== Records for processing ==
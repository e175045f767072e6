package clipramp.circuit;

import java.util.HashSet;
import java.util.LinkedHashMap;
import java.util.Map;
import java.util.Set;

/** Every part's name in the drawing by its design key: the design's own names first, else letters as the formulas have. */
public final class Designators {
    private Designators() {}

    /** Names of all parts that a design has, in the order of the signal. */
    public static Map<String, String> of(Design design) {
        Map<String, String> names = usual(design);
        Set<String> taken = new HashSet<>(design.designators().values());
        names.replaceAll((key, name) -> {
            String own = design.designators().get(key);
            return own == null ? free(name, taken) : own;
        });
        return names;
    }

    private static Map<String, String> usual(Design design) {
        Map<String, String> names = new LinkedHashMap<>();
        names.put("load", "RL");
        supply(design, names);
        ramp(design.ramp(), names);
        trigger(design.trigger(), names);
        names.put("gate.series", "RG");
        design.gate().shunt().ifPresent(shunt -> names.put("gate.shunt", "RGK"));
        design.gate().transformer().ifPresent(transformer -> names.put("gate.transformer", "T1"));
        names.put("thyristor.device", design.stage() == Stage.INVERSE_PARALLEL ? "V1, V2" : "V1");
        return names;
    }

    private static void supply(Design design, Map<String, String> names) {
        boolean shared = design.isSuppliedByStageBridge();
        if (design.stage().bridgeDiodes() > 0) {
            names.put("stage-diodes", shared ? "D1–D4" : "D5–D8");
        }
        if (design.clip().winding().isPresent()) {
            names.put("clip.winding", "T2");
        }
        if (!shared) {
            names.put("clip.rectifier", design.clip().rectifier() == ClipSupply.Rectifier.BRIDGE ? "D1–D4" : "D1");
        }
        names.put("clip.dropper", "RD");
        names.put("clip.zener", "DZ");
    }

    private static void ramp(Ramp ramp, Map<String, String> names) {
        names.put("ramp.fixed", "RF");
        ramp.pot().ifPresent(pot -> {
            names.put("ramp.pot.track", "RP");
            pot.shunt().ifPresent(shunt -> names.put("ramp.pot.shunt", "RS"));
        });
        ramp.trimmers().high().ifPresent(trimmer -> names.put("ramp.trim-high", "RV1"));
        ramp.trimmers().low().ifPresent(trimmer -> names.put("ramp.trim-low", "RV2"));
        names.put("ramp.capacitor", "CE");
    }

    private static void trigger(Trigger trigger, Map<String, String> names) {
        names.put("trigger.device", "Q1");
        if (trigger instanceof Trigger.UnijunctionTrigger) {
            names.put("trigger.base-two", "R2");
        } else {
            names.put("trigger.upper", "RA");
            names.put("trigger.lower", "RB");
        }
        names.put("trigger.base-one", "R1");
    }

    /** The usual name, or where the design has given that to another part, its letter with the first free number from 10. */
    private static String free(String usual, Set<String> taken) {
        String name = usual;
        for (int number = 10; !taken.add(name); number++) {
            name = usual.charAt(0) + String.valueOf(number);
        }
        return name;
    }
}
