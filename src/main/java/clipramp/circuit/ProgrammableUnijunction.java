package clipramp.circuit;

import java.util.Comparator;
import java.util.List;
import java.util.OptionalDouble;

/**
 * Programmable unijunction transistor, data-sheet figures at 25 °C; three of them depend on the divider's resistance.
 *
 * @param id profile or in-place name
 * @param offsetVolts V_T, peak-point voltage above the divider's, against gate resistance, V; at least one row
 * @param forwardVolts V_F at the forward current, V, above 0
 * @param forwardAmps current of V_F, A, above 0
 * @param peakCurrentAmps I_P against gate resistance, A; at least one row
 * @param valleyCurrentAmps I_V against gate resistance at a supply of 10 V, A; at least one row
 * @param limits absolute ratings
 */
public record ProgrammableUnijunction(
        String id,
        List<AtGateResistance> offsetVolts,
        Characteristic forwardVolts,
        double forwardAmps,
        List<AtGateResistance> peakCurrentAmps,
        List<AtGateResistance> valleyCurrentAmps,
        Limits limits) {

    /**
     * One row of a table against gate resistance.
     *
     * @param gateOhms parallel of both divider resistors, ohm, above 0
     * @param value what is tabulated, in the table's unit
     */
    public record AtGateResistance(double gateOhms, Characteristic value) {
        /** @throws IllegalArgumentException where the gate resistance is not above zero */
        public AtGateResistance {
            Require.positive("gate resistance", gateOhms);
        }
    }

    /**
     * Absolute ratings, each where the sheet states it.
     *
     * @param anodeVolts either way between anode and cathode, V
     * @param gateReverseVolts gate below anode, V
     * @param meanAmps dc anode current, A
     * @param peakAmps peak anode current, A
     * @param peakSeconds pulse length of the peak current, s
     * @param watts dissipation at 25 °C, W
     * @param deratingWattsPerKelvin what the dissipation loses above 25 °C, W/K
     * @param dischargeJoules energy that a capacitor may give it, J
     */
    public record Limits(
            OptionalDouble anodeVolts,
            OptionalDouble gateReverseVolts,
            OptionalDouble meanAmps,
            OptionalDouble peakAmps,
            OptionalDouble peakSeconds,
            OptionalDouble watts,
            OptionalDouble deratingWattsPerKelvin,
            OptionalDouble dischargeJoules) {}

    /** @throws IllegalArgumentException outside the stated ranges, or where a table is empty */
    public ProgrammableUnijunction {
        offsetVolts = sorted(offsetVolts);
        peakCurrentAmps = sorted(peakCurrentAmps);
        valleyCurrentAmps = sorted(valleyCurrentAmps);
        Require.positive("forward voltage", forwardVolts.nominal());
        Require.positive("forward current", forwardAmps);
    }

    private static List<AtGateResistance> sorted(List<AtGateResistance> table) {
        if (table.isEmpty()) {
            throw new IllegalArgumentException("a table against gate resistance needs at least one row");
        }
        return table.stream()
                .sorted(Comparator.comparingDouble(AtGateResistance::gateOhms))
                .toList();
    }
}
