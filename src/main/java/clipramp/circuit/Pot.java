package clipramp.circuit;

import java.util.Optional;

/**
 * The potentiometer, wired as a variable resistor.
 *
 * @param track track resistance, ohm
 * @param endOhms what is left at the low end, ohm
 * @param law track share against rotation
 * @param sense whether the resistance grows or falls clockwise
 * @param shunt resistor across the used section, if there is one
 */
public record Pot(Part track, double endOhms, PotLaw law, Sense sense, Optional<Part> shunt) {
    /** Which way the resistance goes when the knob is turned clockwise. */
    public enum Sense {
        RISING("rising"),
        FALLING("falling");

        private final String word;

        Sense(String word) {
            this.word = word;
        }

        public String word() {
            return word;
        }
    }

    public Pot {
        Require.positive("pot track", track.value());
        Require.notNegative("pot end resistance", endOhms);
    }

    /**
     * Share of the track in use.
     *
     * @param position 0 fully anticlockwise .. 1 fully clockwise
     * @return 0..1
     */
    public double trackShare(double position) {
        Require.fraction("knob position", position);
        return law.share(sense == Sense.RISING ? position : 1 - position);
    }

    /** Resistance in ohms at a knob position 0..1, nominal parts. */
    public double ohms(double position) {
        return ohms(
                trackShare(position),
                endOhms,
                track.value(),
                shunt.map(Part::value).orElse(Double.POSITIVE_INFINITY));
    }

    /**
     * Resistance of the used section: end + track x share, with the shunt across it.
     *
     * @param share share of the track, 0..1
     * @param endOhms end resistance, ohm
     * @param trackOhms track, ohm
     * @param shuntOhms shunt, ohm; POSITIVE_INFINITY for none
     * @return ohms
     */
    public static double ohms(double share, double endOhms, double trackOhms, double shuntOhms) {
        double used = endOhms + trackOhms * share;
        return Double.isInfinite(shuntOhms) ? used : used * shuntOhms / (used + shuntOhms);
    }
}
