package clipramp.circuit;

import java.util.Optional;

/** What the power goes to. */
public sealed interface Load {
    /** Resistance at rated conditions, ohm; of an inductive load, its resistive part. */
    double resistanceOhms();

    /** The word that stands in a design file. */
    String word();

    /** Hot over cold resistance, 1 or more: what the first half cycle after a long pause makes of the current. */
    default double coldRatio() {
        return 1;
    }

    /**
     * A heater: one resistance at every power once it is warm.
     *
     * @param resistanceOhms resistance, warm, ohm, above 0
     * @param coldRatio warm over cold resistance, 1 or more
     */
    record Resistor(double resistanceOhms, double coldRatio) implements Load {
        /** @throws IllegalArgumentException outside the stated ranges */
        public Resistor {
            Require.positive("load resistance", resistanceOhms);
            Require.atLeastOne("cold ratio", coldRatio);
        }

        /** A heater with the same resistance warm and cold, ohm. */
        public Resistor(double resistanceOhms) {
            this(resistanceOhms, 1);
        }

        @Override
        public String word() {
            return "resistor";
        }
    }

    /**
     * A resistance in series with an inductance: a fan, a solenoid, a transformer's primary.
     *
     * @param resistanceOhms resistance, ohm, above 0
     * @param inductanceHenries inductance, H, above 0
     * @param freewheel diode across the load, if there is one (on the dc side of a bridge, or half-wave)
     */
    record Inductive(double resistanceOhms, double inductanceHenries, Optional<StageDiodes> freewheel) implements Load {
        /** @throws IllegalArgumentException outside the stated ranges */
        public Inductive {
            Require.positive("load resistance", resistanceOhms);
            Require.positive("load inductance", inductanceHenries);
        }

        @Override
        public String word() {
            return "inductive";
        }
    }

    /**
     * A lamp: P = ratedWatts (V / ratedVolts)^exponent at its own rms voltage V (DEVELOPERS.md, Loads with memory).
     *
     * @param ratedWatts power at rated voltage, W, above 0
     * @param ratedVolts rated rms voltage, V, above 0
     * @param exponent above 0; 1.55 for tungsten, 2 for a resistor
     * @param coldRatio hot over cold resistance, 1 or more
     */
    record Filament(double ratedWatts, double ratedVolts, double exponent, double coldRatio) implements Load {
        /** @throws IllegalArgumentException outside the stated ranges */
        public Filament {
            Require.positive("rated power", ratedWatts);
            Require.positive("rated voltage", ratedVolts);
            Require.positive("power exponent", exponent);
            Require.atLeastOne("cold ratio", coldRatio);
        }

        @Override
        public double resistanceOhms() {
            return ratedVolts * ratedVolts / ratedWatts;
        }

        @Override
        public String word() {
            return "filament";
        }
    }
}
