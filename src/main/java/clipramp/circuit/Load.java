package clipramp.circuit;

import java.util.Optional;

/** What the power goes to. */
public sealed interface Load {
    /** Resistance in ohms at rated conditions (for an inductive load: its resistive part). */
    double resistanceOhms();

    /** The word that stands in a design file. */
    String word();

    /**
     * A heater: the same resistance hot and cold.
     *
     * @param resistanceOhms resistance, ohm
     */
    record Resistor(double resistanceOhms) implements Load {
        public Resistor {
            Require.positive("load resistance", resistanceOhms);
        }

        @Override
        public String word() {
            return "resistor";
        }
    }

    /**
     * A resistance in series with an inductance: a fan, a solenoid, a transformer's primary.
     *
     * @param resistanceOhms resistance, ohm
     * @param inductanceHenries inductance, H
     * @param freewheel diode across the load, if there is one
     */
    record Inductive(double resistanceOhms, double inductanceHenries, Optional<StageDiodes> freewheel) implements Load {
        public Inductive {
            Require.positive("load resistance", resistanceOhms);
            Require.positive("load inductance", inductanceHenries);
        }

        @Override
        public String word() {
            return "inductive";
        }
    }

    /**
     * A lamp: P = ratedWatts (V / ratedVolts)^exponent.
     *
     * @param ratedWatts power at rated voltage, W
     * @param ratedVolts rated rms voltage, V
     * @param exponent how power grows with rms voltage; 1.55 for tungsten, 2 for a resistor
     * @param coldRatio hot over cold resistance, 1 or more
     */
    record Filament(double ratedWatts, double ratedVolts, double exponent, double coldRatio) implements Load {
        public Filament {
            Require.positive("rated power", ratedWatts);
            Require.positive("rated voltage", ratedVolts);
            Require.positive("power exponent", exponent);
            Require.positive("cold ratio", coldRatio);
        }

        @Override
        public double resistanceOhms() {
            return ratedVolts * ratedVolts / ratedWatts;
        }

        @Override
        public String word() {
            return "filament";
        }
    }
}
===
→ Work required
Print exactly the lines of the listing above starting at the line containing "valleyCurrentAmps = sorted(valleyCurrentAmps);" and ending at the line containing "return table.stream()", both included.

→ Written solution
        valleyCurrentAmps = sorted(valleyCurrentAmps);
        Require.positive("forward voltage", forwardVolts.nominal());
        Require.positive("forward current", forwardAmps);
    }

    private static List<AtGateResistance> sorted(List<AtGateResistance> table) {
        if (table.isEmpty()) {
            throw new IllegalArgumentException("a table against gate resistance needs at least one row");
        }
        return table.stream()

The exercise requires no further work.